Parlons du sans chez-soisrisme :
ces chiffres de la honte qui déshonorent la Belgique
En 2026, la Belgique compte plus de 12.500 enfants et adolescents sans chez-soi.
Pas seulement ceux que l’on voit dormir dehors sous un porche ou dans une gare, mais aussi ces milliers de jeunes qui passent de canapé en canapé chez des amis, qui trouvent refuge dans un centre d’hébergement, ou qui vivent dans une insécurité permanente, sans jamais savoir où ils dormiront le lendemain.
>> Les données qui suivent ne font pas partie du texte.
"""A workbook's first sheet reads as what people see in it, and gives the same answers as the same table as CSV."""

from __future__ import annotations

import json
from collections.abc import Sequence
from datetime import date, datetime, time, timedelta
from io import BytesIO
from pathlib import Path

import pytest
from openpyxl import Workbook
from sqlalchemy import select

from registry.cli import main
from registry.errors import InputRefused
from registry.exchange.workbooks import first_sheet
from registry.services.import_check import ColumnChoice
from registry.services.opening import Database
from registry.services.study_report import study_report
from registry.services.trial_import import read_upload, run_import
from registry.services.trial_pages import trial_detail
from registry.storage.tables import ImportJob
from tests.support.studies import NOW, START, WALK, a_study

ROWS: list[list[object]] = [
    ["walk", "start", "minutes"],
    *[[walk, start, 20 + at / 10] for at in range(3) for walk in WALK.levels for start in START.levels],
]


def workbook(rows: Sequence[Sequence[object]], *, more_sheets: int = 0) -> bytes:
    book = Workbook()
    sheet = book.active
    assert sheet is not None
    for row in rows:
        sheet.append(row)
    for _ in range(more_sheets):
        book.create_sheet().append(["something else"])
    content = BytesIO()
    book.save(content)
    return content.getvalue()


def test_values_read_as_they_were_typed() -> None:
    at = datetime(2026, 3, 2, 14, 5)  # noqa: DTZ001 - a workbook keeps no zone.
    content = workbook([["a", 7, 7.1, 738.0000000000001, True, date(2026, 3, 2), at, None, "z"]])

    (row,) = first_sheet("tours.xlsx", content)

    assert row == ("a", "7", "7.1", "738.0000000000001", "yes", "2026-03-02", "2026-03-02T14:05:00", "", "z")


def test_only_the_first_sheet_is_read() -> None:
    rows = list(first_sheet("tours.xlsx", workbook([["walk"], ["return"]], more_sheets=2)))

    assert rows == [("walk",), ("return",)]


def test_a_formula_that_nobody_computed_reads_as_nothing() -> None:
    rows = list(first_sheet("tours.xlsx", workbook([["walk", "minutes"], ["return", "=1+1"]])))

    assert rows[1] == ("return", "")


def test_what_is_no_workbook_is_refused_with_what_would_do() -> None:
    with pytest.raises(InputRefused, match=r"tours.xlsx: .*; give a workbook \(.xlsx\) or a CSV file in UTF-8"):
        list(first_sheet("tours.xlsx", b"walk,minutes\nreturn,7.1\n"))


def test_the_command_gives_the_same_record_for_a_workbook_and_for_csv(
    tmp_path: Path, capsys: pytest.CaptureFixture[str]
) -> None:
    book, table = tmp_path / "tours.xlsx", tmp_path / "tours.csv"
    book.write_bytes(workbook(ROWS))
    table.write_text("\n".join(",".join(str(value) for value in row) for row in ROWS) + "\n")
    records = []
    for path in (book, table):
        wish = ["decompose", str(path), "--response", "minutes", "--factor", "walk", "--factor", "start", "--json"]
        assert main(wish) == 0
        records.append(json.loads(capsys.readouterr().out))

    # A workbook keeps 20 where the table says 20.0; both lie on the same step.
    assert records[0] == records[1]


def test_a_fault_in_a_workbook_is_told_with_its_row(tmp_path: Path, capsys: pytest.CaptureFixture[str]) -> None:
    path = tmp_path / "tours.xlsx"
    path.write_bytes(workbook([*ROWS, ["return", "front", "fast"]]))

    assert main(["decompose", str(path), "--response", "minutes", "--factor", "walk"]) == 1
    assert f"tours.xlsx, line {len(ROWS) + 1}, column minutes: 'fast' given" in capsys.readouterr().err


def test_a_workbook_is_taken_into_a_study(database: Database) -> None:
    place = a_study(database)
    job = read_upload(database, place.keeper, place.study_id, name="tours.xlsx", content=workbook(ROWS), now=NOW)
    choices = [ColumnChoice("factor", "walk"), ColumnChoice("factor", "start"), ColumnChoice("response", "minutes")]

    run_import(database, place.keeper, place.study_id, job, choices=choices, round_offered=False, now=NOW)

    report = study_report(database, place.keeper, place.study_id)
    assert report.findings is not None
    assert report.findings.table.grand.value.value == pytest.approx(20.1)
    assert report.card.logged == len(ROWS) - 1


def test_times_of_day_and_spans_read_as_clocks_show_them() -> None:
    content = workbook([["a", time(14, 5), timedelta(hours=1, minutes=30), datetime(2026, 3, 2, 14, 5, 30)]])  # noqa: DTZ001

    assert list(first_sheet("tours.xlsx", content)) == [("a", "14:05:00", "1:30:00", "2026-03-02T14:05:30")]


@pytest.mark.parametrize(
    ("number", "text"),
    [(-3, "-3"), (0, "0"), (0.1, "0.1"), (1e-7, "1e-07"), (123456.789, "123456.789"), (2**53 - 1, "9007199254740991"),
     (1e20, "1e+20")],
)  # fmt: skip
def test_a_number_reads_as_the_shortest_text_of_the_same_number(number: float, text: str) -> None:
    assert list(first_sheet("tours.xlsx", workbook([["a", number]]))) == [("a", text)]


def test_a_number_kept_as_text_stays_as_it_was_typed() -> None:
    assert list(first_sheet("tours.xlsx", workbook([["007", "7.10", " 1,5 "]]))) == [("007", "7.10", " 1,5 ")]


def test_empty_cells_and_rows_keep_their_places() -> None:
    rows: list[list[object]] = [
        ["walk", "minutes", "note"], ["return", None, "late"], [None, None, None], [None, 7.1, None],
    ]  # fmt: skip

    assert list(first_sheet("tours.xlsx", workbook(rows))) == [
        ("walk", "minutes", "note"), ("return", "", "late"), ("", "", ""), ("", "7.1", ""),
    ]  # fmt: skip


def test_a_table_that_begins_further_in_keeps_the_rows_and_columns_of_its_sheet() -> None:
    rows: list[list[object]] = [[], [], [None, "walk"], [None, "return"]]

    assert list(first_sheet("tours.xlsx", workbook(rows))) == [("", ""), ("", ""), ("", "walk"), ("", "return")]


def test_the_first_sheet_is_the_leftmost_one_whatever_was_looked_at_last() -> None:
    book = Workbook()
    book.active.append(["left"])
    book.create_sheet("Right").append(["right"])
    book.active = 1
    content = BytesIO()
    book.save(content)

    assert list(first_sheet("tours.xlsx", content.getvalue())) == [("left",)]


@pytest.mark.parametrize("kept", [4, 900, -30])
def test_a_workbook_broken_off_is_refused_and_nothing_is_kept(sqlite: Database, kept: int) -> None:
    place = a_study(sqlite)
    content = workbook(ROWS)[:kept]

    with pytest.raises(InputRefused, match=r"^tours.xlsx: ") as refusal:
        read_upload(sqlite, place.keeper, place.study_id, name="tours.xlsx", content=content, now=NOW)

    assert refusal.value.faults[0].field == "file"
    with sqlite.read() as session:
        assert session.scalars(select(ImportJob)).all() == []


def test_a_formula_nobody_computed_is_a_row_without_a_reading(
    tmp_path: Path, capsys: pytest.CaptureFixture[str]
) -> None:
    path = tmp_path / "tours.xlsx"
    path.write_bytes(workbook([*ROWS, ["return", "front", "=C2"]]))

    assert main(["decompose", str(path), "--response", "minutes", "--factor", "walk", "--json"]) == 0

    record = json.loads(capsys.readouterr().out)
    assert record["trials"] == len(ROWS) - 1
    assert "1 row has no reading and is left out" in record["notes"]


def test_dates_of_a_workbook_are_the_sites_own_clock_and_faults_name_its_rows(database: Database) -> None:
    place = a_study(database)
    heads = ["walk", "start", "minutes", "when"]
    good = workbook(
        [
            heads,
            ["return", "back", 7, datetime(2026, 2, 2, 14, 5)],  # noqa: DTZ001 - A sheet knows no zone.
            ["return", "back", 7.1, date(2026, 2, 3)],
        ]
    )
    bad = workbook([heads, [None] * 4, ["return", "back", "fast", None], ["zigzag", "back", 7.25, None]])
    choices = [ColumnChoice("factor", "walk"), ColumnChoice("factor", "start"), ColumnChoice("response", "minutes"),
               ColumnChoice("happened_at")]  # fmt: skip
    jobs = [
        read_upload(database, place.keeper, place.study_id, name="tours.xlsx", content=content, now=NOW)
        for content in (good, bad)
    ]

    run_import(database, place.keeper, place.study_id, jobs[0], choices=choices, round_offered=False, now=NOW)
    with pytest.raises(InputRefused) as refusal:
        run_import(database, place.keeper, place.study_id, jobs[1], choices=choices, round_offered=False, now=NOW)

    trials = [trial_detail(database, place.keeper, place.study_id, number).trial for number in (1, 2)]
    # Copenhagen is an hour ahead of UTC in winter.
    assert [trial.happened_at.isoformat() for trial in trials] == [
        "2026-02-02T13:05:00+00:00", "2026-02-02T23:00:00+00:00",
    ]  # fmt: skip
    assert [trial.readings[0].text for trial in trials] == ["7.0", "7.1"]
    assert [fault.where for fault in refusal.value.faults] == [
        "line 3, column minutes", "line 4, column walk", "line 4, column minutes",
    ]  # fmt: skip


def test_a_value_in_the_farthest_corner_is_refused_before_the_sheet_is_opened() -> None:
    book = Workbook()
    sheet = book.active
    assert sheet is not None
    sheet["A1"], sheet["XFD1048576"] = "walk", 1
    content = BytesIO()
    book.save(content)

    with pytest.raises(InputRefused, match="a sheet reaches to column 16384 and row 1048576; clear what lies far from"):
        list(first_sheet("far.xlsx", content.getvalue()))


def test_blank_rows_are_not_rows_wherever_they_stand(tmp_path: Path, capsys: pytest.CaptureFixture[str]) -> None:
    rows: list[list[object]] = [[None, None], ["walk", "minutes"], ["a", 1], [None, None], ["b", 2], ["a", 2], ["b", 4]]
    book, table = tmp_path / "tours.xlsx", tmp_path / "tours.csv"
    book.write_bytes(workbook(rows))
    table.write_text("\n".join(",".join("" if value is None else str(value) for value in row) for row in rows) + "\n")
    records = []
    for path in (book, table):
        assert main(["decompose", str(path), "--response", "minutes", "--factor", "walk", "--json"]) == 0
        records.append(json.loads(capsys.readouterr().out))

    assert records[0] == records[1]
    assert not any("left out" in note for note in records[0]["notes"])
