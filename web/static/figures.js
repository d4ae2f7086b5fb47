// Draws the figures of a page in the colours of the stylesheet, and again when the colours change.

const COLOUR = /^var\((--[a-z-]+)\)$/;
const COLOUR_KEY = /color$/i;

function isPlain(value) {
  return value !== null && typeof value === "object" && !Array.isArray(value);
}

// Colours are given by the name of a custom property, and only where a colour is meant:
// a name that somebody typed is never taken for one.
function coloured(value, styles, key = "") {
  if (typeof value === "string" && COLOUR_KEY.test(key)) {
    const named = COLOUR.exec(value);
    return named ? styles.getPropertyValue(named[1]).trim() : value;
  }
  if (Array.isArray(value)) return value.map((entry) => coloured(entry, styles, key));
  if (isPlain(value)) {
    return Object.fromEntries(Object.entries(value).map(([name, entry]) => [name, coloured(entry, styles, name)]));
  }
  return value;
}

function merged(base, own) {
  const result = { ...base };
  for (const [key, value] of Object.entries(own)) {
    result[key] = isPlain(value) && isPlain(result[key]) ? merged(result[key], value) : value;
  }
  return result;
}

const AXIS = {
  color: "var(--ink)",
  gridcolor: "var(--thread)",
  linecolor: "var(--edge)",
  zerolinecolor: "var(--edge)",
  tickcolor: "var(--edge)",
  automargin: true,
};

function ownLook(layout, styles) {
  const look = {
    autosize: true,
    paper_bgcolor: "rgba(0,0,0,0)",
    plot_bgcolor: "rgba(0,0,0,0)",
    font: { family: styles.getPropertyValue("--sans").trim(), size: 14, color: "var(--ink)" },
    hoverlabel: { bgcolor: "var(--linen-light)", bordercolor: "var(--edge)", font: { color: "var(--ink)" } },
    legend: { orientation: "h", yanchor: "bottom", y: 1.02, x: 0 },
    margin: { l: 16, r: 16, t: 24, b: 24 },
    dragmode: false,
    xaxis: AXIS,
    yaxis: AXIS,
  };
  for (const key of Object.keys(layout)) {
    if (/^[xy]axis\d+$/.test(key)) look[key] = AXIS;
  }
  return merged(look, layout);
}

function draw(place) {
  const content = JSON.parse(document.getElementById(place.dataset.chart).textContent);
  const styles = getComputedStyle(document.documentElement);
  const layout = coloured(ownLook(content.layout, styles), styles);
  // The library forgets the height of its place when the window changes, and the page would close up over the figure.
  place.style.minHeight = `${layout.height}px`;
  return window.Plotly.react(place, coloured(content.data, styles), layout, {
    responsive: true,
    displayModeBar: false,
    scrollZoom: false,
    doubleClick: false,
  });
}

function drawAll() {
  return Promise.all([...document.querySelectorAll("[data-chart]")].map(draw));
}

function onPaper(printing) {
  document.documentElement.toggleAttribute("data-paper", printing);
  drawAll();
}

drawAll().then(() => document.documentElement.setAttribute("data-figures", "drawn"));
matchMedia("(prefers-color-scheme: dark)").addEventListener("change", drawAll);
matchMedia("print").addEventListener("change", (event) => onPaper(event.matches));
window.addEventListener("beforeprint", () => onPaper(true));
window.addEventListener("afterprint", () => onPaper(false));
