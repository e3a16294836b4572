//! The program as a whole: what a call prints, where, and how it ends.

// The helpers of tests are no tests to the linter.
#![allow(clippy::unwrap_used, clippy::panic)]

#[path = "cli/align.rs"]
mod align;
#[path = "cli/arguments.rs"]
mod arguments;
#[path = "cli/files.rs"]
mod files;
#[path = "cli/house.rs"]
mod house;
#[path = "cli/json.rs"]
mod json;
#[path = "cli/known.rs"]
mod known;
#[path = "cli/licensed.rs"]
mod licensed;
#[path = "cli/mend.rs"]
mod mend;
#[path = "cli/plain.rs"]
mod plain;
#[path = "cli/rules.rs"]
mod rules;
#[path = "cli/sarif.rs"]
mod sarif;
#[path = "cli/schema.rs"]
mod schema;
#[path = "cli/streams.rs"]
mod streams;
#[path = "cli/support.rs"]
mod support;
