//! The demo scores: each states its expected findings in place, and is held to them.

#![allow(clippy::unwrap_used, clippy::panic, clippy::print_stdout)]

use std::fs;
use std::path::PathBuf;

use partwright_check::{Checked, Wishes, unlike_drawn};

#[test]
fn demo_scores_give_what_they_state() {
    let folder = PathBuf::from(env!("CARGO_MANIFEST_DIR")).join("demo-scores");
    let mut paths: Vec<PathBuf> = fs::read_dir(folder)
        .unwrap()
        .map(|e| e.unwrap().path())
        .collect();
    paths.sort();
    assert!(paths.len() >= 5);
    let mut wrong = Vec::new();
    for path in paths {
        let text = fs::read_to_string(&path).unwrap();
        let checked = Checked::text(&text, &Wishes::default());
        let name = path.file_name().unwrap().to_string_lossy().into_owned();
        assert!(checked.reading.score.voices.len() >= 2, "{name} has voices");
        for difference in unlike_drawn(&text, &checked, None) {
            wrong.push(format!("{name}: {difference}"));
        }
    }
    assert!(wrong.is_empty(), "{}", wrong.join("\n"));
}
C’est ce que nous appelons désormais le sans chez-soisrisme : une nouvelle manière de nommer une réalité trop longtemps invisibilisée. Le sans chez-soisisme, ce n’est pas seulement la rue, c’est l’absence de repères, de stabilité, de dignité. C’est l’impossibilité de dire “je rentre chez moi”.
Une honte nationale
Comment accepter qu’en 2026, dans un pays riche, prospère, où les supermarchés débordent et où les fortunes explosent, plus de douze mille enfants soient privés du droit fondamental d’avoir un toit ?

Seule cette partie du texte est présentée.